YOUR TASK ▸ Pick each line that has "single" out of the records.

*** EXTRACTED MATERIAL ***

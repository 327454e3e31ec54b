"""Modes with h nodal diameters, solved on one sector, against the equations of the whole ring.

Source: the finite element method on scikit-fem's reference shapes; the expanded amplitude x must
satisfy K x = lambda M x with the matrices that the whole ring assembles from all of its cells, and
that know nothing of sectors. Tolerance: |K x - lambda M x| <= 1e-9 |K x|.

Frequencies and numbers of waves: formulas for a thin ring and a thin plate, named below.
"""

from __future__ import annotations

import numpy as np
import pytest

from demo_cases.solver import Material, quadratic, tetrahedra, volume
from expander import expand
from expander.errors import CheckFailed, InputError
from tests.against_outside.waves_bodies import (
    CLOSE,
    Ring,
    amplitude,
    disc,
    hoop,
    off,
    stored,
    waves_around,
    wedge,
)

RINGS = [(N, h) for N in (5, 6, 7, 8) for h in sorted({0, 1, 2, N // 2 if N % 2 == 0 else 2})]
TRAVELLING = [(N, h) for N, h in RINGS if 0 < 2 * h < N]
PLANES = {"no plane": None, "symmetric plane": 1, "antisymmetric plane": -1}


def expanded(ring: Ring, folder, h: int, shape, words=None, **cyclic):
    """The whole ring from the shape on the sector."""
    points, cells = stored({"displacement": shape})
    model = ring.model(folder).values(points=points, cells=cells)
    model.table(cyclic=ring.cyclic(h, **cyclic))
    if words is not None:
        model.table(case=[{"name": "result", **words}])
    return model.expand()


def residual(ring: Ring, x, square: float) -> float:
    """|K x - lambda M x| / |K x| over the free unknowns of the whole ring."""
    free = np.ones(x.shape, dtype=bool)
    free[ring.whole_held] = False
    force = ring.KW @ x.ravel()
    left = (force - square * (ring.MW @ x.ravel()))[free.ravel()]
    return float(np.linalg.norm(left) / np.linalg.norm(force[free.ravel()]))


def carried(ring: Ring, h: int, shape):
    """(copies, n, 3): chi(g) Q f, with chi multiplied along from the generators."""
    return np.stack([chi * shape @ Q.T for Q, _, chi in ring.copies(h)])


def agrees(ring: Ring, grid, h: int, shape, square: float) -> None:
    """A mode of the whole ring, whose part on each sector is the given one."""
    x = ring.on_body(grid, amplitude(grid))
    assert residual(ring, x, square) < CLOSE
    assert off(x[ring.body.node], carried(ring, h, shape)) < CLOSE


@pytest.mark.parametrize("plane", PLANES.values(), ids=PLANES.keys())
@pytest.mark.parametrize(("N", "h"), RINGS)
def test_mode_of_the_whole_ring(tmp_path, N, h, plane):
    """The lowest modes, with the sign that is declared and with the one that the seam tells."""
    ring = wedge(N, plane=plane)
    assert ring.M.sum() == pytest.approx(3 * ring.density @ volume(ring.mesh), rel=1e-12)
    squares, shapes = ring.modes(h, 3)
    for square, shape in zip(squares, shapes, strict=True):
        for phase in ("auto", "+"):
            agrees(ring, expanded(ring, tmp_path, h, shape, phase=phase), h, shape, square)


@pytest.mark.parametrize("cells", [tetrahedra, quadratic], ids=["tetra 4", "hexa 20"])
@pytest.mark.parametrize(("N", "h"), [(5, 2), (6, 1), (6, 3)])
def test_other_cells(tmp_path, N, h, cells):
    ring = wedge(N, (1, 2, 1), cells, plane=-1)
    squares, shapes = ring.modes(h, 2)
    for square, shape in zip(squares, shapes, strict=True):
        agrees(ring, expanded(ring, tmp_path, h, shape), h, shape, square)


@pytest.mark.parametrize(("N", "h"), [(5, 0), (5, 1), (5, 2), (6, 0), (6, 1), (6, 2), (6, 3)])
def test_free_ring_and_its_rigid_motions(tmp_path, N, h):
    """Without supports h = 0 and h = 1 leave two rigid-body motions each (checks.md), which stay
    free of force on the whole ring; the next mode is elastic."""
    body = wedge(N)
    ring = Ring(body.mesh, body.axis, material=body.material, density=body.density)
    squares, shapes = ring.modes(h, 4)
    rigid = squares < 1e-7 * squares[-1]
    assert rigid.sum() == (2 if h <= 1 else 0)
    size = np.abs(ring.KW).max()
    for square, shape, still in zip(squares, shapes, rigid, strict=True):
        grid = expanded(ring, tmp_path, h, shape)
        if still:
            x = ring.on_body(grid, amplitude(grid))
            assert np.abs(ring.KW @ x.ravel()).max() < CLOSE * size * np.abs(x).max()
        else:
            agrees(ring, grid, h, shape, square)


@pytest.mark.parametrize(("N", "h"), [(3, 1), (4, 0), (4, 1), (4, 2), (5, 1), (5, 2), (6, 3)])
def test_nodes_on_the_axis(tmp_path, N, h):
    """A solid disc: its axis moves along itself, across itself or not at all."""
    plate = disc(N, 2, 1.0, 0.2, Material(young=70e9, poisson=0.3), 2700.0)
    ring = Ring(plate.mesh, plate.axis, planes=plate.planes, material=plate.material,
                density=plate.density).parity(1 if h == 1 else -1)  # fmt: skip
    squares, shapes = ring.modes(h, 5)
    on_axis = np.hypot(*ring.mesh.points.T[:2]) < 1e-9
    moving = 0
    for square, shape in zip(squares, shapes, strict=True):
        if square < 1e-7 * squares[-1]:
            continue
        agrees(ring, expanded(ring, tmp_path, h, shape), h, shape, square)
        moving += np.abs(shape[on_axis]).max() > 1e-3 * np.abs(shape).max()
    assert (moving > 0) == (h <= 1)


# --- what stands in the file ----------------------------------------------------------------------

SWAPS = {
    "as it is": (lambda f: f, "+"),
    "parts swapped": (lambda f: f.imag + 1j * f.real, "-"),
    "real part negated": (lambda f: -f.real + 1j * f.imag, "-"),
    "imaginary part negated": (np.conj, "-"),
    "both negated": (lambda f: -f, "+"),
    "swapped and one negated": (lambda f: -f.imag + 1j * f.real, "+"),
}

***
*** EXTRACTED MATERIAL ***

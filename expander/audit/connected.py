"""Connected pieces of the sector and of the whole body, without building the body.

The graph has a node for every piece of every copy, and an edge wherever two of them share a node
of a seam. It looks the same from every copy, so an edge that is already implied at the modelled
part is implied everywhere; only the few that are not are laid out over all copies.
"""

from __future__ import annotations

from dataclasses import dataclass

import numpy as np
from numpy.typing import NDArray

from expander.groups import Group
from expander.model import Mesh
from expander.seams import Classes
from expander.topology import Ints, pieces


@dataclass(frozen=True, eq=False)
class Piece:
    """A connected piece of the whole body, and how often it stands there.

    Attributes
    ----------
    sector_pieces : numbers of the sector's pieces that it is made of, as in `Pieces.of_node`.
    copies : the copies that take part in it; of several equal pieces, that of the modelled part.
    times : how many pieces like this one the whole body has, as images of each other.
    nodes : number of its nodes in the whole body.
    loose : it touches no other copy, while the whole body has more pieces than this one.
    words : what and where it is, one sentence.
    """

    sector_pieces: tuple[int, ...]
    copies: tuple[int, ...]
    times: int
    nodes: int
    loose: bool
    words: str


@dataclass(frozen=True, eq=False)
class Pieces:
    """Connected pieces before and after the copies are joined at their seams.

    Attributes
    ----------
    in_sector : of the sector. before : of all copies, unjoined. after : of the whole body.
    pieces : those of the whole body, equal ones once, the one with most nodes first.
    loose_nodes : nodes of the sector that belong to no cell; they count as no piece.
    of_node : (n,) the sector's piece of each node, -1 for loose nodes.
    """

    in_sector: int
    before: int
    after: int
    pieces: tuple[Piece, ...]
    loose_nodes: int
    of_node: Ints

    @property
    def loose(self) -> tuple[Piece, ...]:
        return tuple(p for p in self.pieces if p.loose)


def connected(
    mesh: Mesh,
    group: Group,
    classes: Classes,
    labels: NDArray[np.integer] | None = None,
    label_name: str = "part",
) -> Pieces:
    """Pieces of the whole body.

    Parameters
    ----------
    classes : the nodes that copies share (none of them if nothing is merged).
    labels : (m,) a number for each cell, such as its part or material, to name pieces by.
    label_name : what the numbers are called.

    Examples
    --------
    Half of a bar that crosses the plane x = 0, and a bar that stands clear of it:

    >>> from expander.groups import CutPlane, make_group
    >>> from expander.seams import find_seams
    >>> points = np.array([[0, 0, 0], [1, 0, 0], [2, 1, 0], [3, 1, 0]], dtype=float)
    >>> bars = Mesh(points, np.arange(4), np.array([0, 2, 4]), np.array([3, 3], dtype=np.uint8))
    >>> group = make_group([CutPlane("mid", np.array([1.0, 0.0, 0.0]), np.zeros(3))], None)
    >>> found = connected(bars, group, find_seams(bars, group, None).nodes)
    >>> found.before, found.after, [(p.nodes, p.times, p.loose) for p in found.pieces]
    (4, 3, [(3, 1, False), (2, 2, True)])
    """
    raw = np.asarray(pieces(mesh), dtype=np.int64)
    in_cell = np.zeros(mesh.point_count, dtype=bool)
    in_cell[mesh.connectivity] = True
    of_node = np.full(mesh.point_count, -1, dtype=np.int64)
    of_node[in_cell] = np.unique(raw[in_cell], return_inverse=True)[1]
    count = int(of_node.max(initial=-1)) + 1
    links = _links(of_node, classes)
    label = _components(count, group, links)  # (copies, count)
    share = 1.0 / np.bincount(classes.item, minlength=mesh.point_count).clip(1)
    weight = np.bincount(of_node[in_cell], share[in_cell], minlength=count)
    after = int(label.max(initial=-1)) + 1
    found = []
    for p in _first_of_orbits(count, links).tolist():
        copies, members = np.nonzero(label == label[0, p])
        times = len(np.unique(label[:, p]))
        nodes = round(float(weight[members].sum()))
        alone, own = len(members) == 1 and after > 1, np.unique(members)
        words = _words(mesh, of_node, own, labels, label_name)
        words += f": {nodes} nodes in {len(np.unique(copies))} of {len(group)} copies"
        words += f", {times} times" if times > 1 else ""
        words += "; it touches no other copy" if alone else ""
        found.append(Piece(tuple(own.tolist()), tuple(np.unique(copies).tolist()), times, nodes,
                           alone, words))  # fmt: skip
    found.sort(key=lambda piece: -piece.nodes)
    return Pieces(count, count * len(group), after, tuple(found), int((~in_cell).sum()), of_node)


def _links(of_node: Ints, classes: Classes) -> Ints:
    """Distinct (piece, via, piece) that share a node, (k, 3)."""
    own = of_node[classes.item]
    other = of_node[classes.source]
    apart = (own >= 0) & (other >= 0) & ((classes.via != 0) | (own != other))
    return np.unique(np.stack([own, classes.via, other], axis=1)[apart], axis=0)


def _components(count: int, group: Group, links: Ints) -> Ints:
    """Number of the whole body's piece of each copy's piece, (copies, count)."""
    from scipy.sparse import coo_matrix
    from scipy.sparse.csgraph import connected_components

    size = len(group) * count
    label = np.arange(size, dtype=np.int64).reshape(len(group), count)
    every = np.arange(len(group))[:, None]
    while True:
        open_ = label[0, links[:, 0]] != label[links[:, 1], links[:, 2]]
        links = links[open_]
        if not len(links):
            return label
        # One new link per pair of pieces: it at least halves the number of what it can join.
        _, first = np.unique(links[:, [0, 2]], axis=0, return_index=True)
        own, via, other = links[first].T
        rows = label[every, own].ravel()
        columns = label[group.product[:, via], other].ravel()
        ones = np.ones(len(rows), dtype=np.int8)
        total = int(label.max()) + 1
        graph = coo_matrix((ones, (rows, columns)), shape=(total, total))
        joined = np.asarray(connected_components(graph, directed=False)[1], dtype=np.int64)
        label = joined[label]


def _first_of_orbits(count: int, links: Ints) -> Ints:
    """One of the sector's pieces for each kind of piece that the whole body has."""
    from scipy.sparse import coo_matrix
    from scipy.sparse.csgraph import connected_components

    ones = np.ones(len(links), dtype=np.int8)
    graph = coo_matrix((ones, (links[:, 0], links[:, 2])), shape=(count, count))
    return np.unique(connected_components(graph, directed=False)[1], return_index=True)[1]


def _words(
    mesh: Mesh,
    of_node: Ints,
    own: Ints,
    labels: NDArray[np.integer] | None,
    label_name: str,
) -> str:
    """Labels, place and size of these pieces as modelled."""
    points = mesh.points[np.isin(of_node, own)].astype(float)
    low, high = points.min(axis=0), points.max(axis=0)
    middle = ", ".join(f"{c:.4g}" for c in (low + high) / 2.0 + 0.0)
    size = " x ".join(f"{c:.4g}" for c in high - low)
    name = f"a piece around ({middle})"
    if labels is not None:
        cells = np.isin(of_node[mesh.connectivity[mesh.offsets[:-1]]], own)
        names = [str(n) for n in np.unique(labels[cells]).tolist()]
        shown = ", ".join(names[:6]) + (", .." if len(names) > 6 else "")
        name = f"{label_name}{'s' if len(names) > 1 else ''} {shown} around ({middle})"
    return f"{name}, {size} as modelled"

***
*** EXTRACTED MATERIAL ***

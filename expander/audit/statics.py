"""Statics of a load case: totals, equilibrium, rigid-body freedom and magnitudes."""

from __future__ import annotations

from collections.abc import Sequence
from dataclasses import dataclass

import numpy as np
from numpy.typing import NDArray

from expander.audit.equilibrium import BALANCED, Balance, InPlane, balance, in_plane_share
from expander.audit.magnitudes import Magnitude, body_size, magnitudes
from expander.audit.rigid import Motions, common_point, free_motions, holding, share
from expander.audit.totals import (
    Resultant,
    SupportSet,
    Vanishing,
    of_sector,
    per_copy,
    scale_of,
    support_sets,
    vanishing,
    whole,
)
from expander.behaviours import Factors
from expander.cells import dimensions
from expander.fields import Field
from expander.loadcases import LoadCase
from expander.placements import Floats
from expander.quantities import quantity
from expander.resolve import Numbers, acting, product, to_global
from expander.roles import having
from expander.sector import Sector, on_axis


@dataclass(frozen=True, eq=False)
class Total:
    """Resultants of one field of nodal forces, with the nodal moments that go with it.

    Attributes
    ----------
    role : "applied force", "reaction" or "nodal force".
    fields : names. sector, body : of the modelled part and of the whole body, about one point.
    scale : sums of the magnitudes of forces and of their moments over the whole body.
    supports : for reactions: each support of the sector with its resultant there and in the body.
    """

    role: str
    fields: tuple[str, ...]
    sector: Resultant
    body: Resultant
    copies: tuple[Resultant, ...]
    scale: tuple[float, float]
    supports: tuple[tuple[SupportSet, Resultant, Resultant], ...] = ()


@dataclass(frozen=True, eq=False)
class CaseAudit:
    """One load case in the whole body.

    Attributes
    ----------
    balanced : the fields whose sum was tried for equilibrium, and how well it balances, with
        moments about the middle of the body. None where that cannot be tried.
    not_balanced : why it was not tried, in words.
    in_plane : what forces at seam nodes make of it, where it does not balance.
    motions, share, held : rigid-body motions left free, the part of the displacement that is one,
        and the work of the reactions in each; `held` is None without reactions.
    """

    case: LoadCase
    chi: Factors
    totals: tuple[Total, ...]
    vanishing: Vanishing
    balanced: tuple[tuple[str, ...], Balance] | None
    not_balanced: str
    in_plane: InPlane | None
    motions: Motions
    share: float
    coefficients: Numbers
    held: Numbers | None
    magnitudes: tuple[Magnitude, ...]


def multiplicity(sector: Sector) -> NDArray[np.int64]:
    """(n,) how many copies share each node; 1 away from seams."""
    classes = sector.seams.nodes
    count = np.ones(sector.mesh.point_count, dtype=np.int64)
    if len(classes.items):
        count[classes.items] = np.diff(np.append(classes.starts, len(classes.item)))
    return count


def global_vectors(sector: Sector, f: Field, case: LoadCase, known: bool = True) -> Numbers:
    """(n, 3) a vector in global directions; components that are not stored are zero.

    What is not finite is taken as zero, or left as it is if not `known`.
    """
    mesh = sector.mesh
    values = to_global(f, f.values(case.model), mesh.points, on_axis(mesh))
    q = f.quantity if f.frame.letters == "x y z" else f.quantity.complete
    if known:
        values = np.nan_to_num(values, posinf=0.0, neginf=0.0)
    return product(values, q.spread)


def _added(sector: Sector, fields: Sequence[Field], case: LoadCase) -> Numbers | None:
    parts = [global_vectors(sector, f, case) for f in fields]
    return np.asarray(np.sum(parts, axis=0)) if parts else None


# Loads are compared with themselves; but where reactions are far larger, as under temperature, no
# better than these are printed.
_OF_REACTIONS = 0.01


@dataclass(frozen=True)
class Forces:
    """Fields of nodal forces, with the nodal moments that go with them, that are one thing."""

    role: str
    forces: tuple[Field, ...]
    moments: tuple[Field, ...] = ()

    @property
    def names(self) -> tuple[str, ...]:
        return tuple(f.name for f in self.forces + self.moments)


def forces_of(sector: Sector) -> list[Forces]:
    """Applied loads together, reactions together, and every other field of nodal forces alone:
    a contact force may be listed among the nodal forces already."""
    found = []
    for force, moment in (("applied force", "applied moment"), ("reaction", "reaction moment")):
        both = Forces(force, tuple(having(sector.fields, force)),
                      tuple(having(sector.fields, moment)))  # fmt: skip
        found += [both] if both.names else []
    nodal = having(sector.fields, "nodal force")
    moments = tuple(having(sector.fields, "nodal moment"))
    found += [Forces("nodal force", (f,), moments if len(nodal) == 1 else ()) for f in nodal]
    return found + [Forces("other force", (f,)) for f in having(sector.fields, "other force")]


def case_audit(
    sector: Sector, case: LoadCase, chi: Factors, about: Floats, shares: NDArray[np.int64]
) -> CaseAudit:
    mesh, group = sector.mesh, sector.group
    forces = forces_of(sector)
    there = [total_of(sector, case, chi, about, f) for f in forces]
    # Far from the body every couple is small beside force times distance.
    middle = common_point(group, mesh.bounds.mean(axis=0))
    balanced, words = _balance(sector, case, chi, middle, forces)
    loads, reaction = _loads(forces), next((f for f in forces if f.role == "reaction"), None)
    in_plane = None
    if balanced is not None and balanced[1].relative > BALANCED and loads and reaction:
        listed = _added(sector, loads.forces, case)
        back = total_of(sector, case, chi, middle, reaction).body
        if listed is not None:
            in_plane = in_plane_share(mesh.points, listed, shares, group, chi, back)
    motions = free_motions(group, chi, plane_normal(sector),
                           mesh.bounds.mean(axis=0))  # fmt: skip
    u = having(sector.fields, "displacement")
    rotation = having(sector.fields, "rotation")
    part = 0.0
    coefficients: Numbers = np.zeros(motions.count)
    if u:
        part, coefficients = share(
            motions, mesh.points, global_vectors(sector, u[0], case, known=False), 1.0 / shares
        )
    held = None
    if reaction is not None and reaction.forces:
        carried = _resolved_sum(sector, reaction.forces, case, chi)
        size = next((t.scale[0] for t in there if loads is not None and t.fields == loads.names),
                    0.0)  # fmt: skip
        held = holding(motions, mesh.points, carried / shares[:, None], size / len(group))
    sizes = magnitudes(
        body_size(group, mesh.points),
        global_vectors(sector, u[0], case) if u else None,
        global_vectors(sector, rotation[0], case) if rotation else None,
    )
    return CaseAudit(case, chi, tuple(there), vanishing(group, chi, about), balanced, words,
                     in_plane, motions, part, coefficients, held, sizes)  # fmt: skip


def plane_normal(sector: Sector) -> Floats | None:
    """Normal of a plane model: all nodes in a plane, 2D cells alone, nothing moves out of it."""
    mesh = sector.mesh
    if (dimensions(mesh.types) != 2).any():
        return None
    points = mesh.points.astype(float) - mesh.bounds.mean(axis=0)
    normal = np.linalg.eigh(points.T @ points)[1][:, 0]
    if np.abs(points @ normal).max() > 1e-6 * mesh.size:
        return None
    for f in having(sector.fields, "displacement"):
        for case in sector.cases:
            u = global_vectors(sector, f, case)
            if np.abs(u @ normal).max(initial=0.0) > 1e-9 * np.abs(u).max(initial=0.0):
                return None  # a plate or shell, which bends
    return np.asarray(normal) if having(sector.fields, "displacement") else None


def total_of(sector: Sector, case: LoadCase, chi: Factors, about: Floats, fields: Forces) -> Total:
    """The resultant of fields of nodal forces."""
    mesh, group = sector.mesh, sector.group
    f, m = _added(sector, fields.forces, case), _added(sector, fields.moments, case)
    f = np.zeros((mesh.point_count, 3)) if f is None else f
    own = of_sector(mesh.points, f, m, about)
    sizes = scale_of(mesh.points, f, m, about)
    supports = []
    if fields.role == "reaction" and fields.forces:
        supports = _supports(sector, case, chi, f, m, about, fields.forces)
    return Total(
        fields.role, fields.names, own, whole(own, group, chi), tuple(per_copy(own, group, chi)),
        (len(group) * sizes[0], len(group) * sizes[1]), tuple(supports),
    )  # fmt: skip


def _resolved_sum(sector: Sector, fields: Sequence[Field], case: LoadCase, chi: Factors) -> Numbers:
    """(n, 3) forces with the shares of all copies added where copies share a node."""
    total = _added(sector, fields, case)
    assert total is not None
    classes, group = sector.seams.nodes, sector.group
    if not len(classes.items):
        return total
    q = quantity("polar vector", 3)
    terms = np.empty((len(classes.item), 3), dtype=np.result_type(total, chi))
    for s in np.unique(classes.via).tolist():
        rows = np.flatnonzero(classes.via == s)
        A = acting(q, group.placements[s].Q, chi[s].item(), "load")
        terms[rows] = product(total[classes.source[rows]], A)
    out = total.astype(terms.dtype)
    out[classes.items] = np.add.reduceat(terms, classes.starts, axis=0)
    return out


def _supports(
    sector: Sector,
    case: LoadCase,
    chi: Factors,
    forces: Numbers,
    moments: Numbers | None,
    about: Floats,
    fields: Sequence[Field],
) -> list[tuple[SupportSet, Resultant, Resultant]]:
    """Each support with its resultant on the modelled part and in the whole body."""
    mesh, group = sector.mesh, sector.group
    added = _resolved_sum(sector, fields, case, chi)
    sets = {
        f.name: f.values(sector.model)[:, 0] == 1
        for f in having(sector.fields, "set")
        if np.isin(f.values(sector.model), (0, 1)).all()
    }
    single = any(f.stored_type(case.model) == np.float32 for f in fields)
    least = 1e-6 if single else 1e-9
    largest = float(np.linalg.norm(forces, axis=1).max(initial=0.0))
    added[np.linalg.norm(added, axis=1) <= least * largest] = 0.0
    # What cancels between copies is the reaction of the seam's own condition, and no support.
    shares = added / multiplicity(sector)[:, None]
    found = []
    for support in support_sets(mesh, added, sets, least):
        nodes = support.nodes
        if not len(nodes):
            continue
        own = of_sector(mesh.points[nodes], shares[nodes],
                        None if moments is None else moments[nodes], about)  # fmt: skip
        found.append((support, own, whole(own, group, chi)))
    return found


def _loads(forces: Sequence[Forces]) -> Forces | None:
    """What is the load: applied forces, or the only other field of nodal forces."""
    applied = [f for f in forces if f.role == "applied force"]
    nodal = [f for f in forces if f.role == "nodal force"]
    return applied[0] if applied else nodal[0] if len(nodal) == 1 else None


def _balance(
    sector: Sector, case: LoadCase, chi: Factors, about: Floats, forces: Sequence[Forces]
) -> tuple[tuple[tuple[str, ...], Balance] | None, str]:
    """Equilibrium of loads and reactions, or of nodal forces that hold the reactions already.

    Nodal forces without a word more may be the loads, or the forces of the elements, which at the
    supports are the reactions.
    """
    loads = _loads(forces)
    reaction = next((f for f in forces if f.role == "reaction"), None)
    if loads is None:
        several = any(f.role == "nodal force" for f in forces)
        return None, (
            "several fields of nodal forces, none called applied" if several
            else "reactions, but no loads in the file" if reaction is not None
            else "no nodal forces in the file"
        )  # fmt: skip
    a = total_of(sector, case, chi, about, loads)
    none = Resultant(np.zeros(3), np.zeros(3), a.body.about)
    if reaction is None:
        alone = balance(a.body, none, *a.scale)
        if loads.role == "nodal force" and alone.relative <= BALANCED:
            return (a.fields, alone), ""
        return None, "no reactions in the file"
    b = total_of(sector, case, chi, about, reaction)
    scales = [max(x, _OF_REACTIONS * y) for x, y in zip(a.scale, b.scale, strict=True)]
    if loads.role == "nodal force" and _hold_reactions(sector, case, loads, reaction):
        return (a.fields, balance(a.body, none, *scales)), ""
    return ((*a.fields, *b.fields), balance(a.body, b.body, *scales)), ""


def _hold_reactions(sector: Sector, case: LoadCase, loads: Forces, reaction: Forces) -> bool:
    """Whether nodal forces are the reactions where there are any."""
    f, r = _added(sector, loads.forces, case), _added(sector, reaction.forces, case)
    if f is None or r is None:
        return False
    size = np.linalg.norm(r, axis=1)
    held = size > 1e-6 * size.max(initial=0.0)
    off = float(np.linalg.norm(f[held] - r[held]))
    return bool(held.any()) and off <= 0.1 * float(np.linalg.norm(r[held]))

***

RESPONSE TO THE TASK ▸
    single = any(f.stored_type(case.model) == np.float32 for f in fields)
    least = 1e-6 if single else 1e-9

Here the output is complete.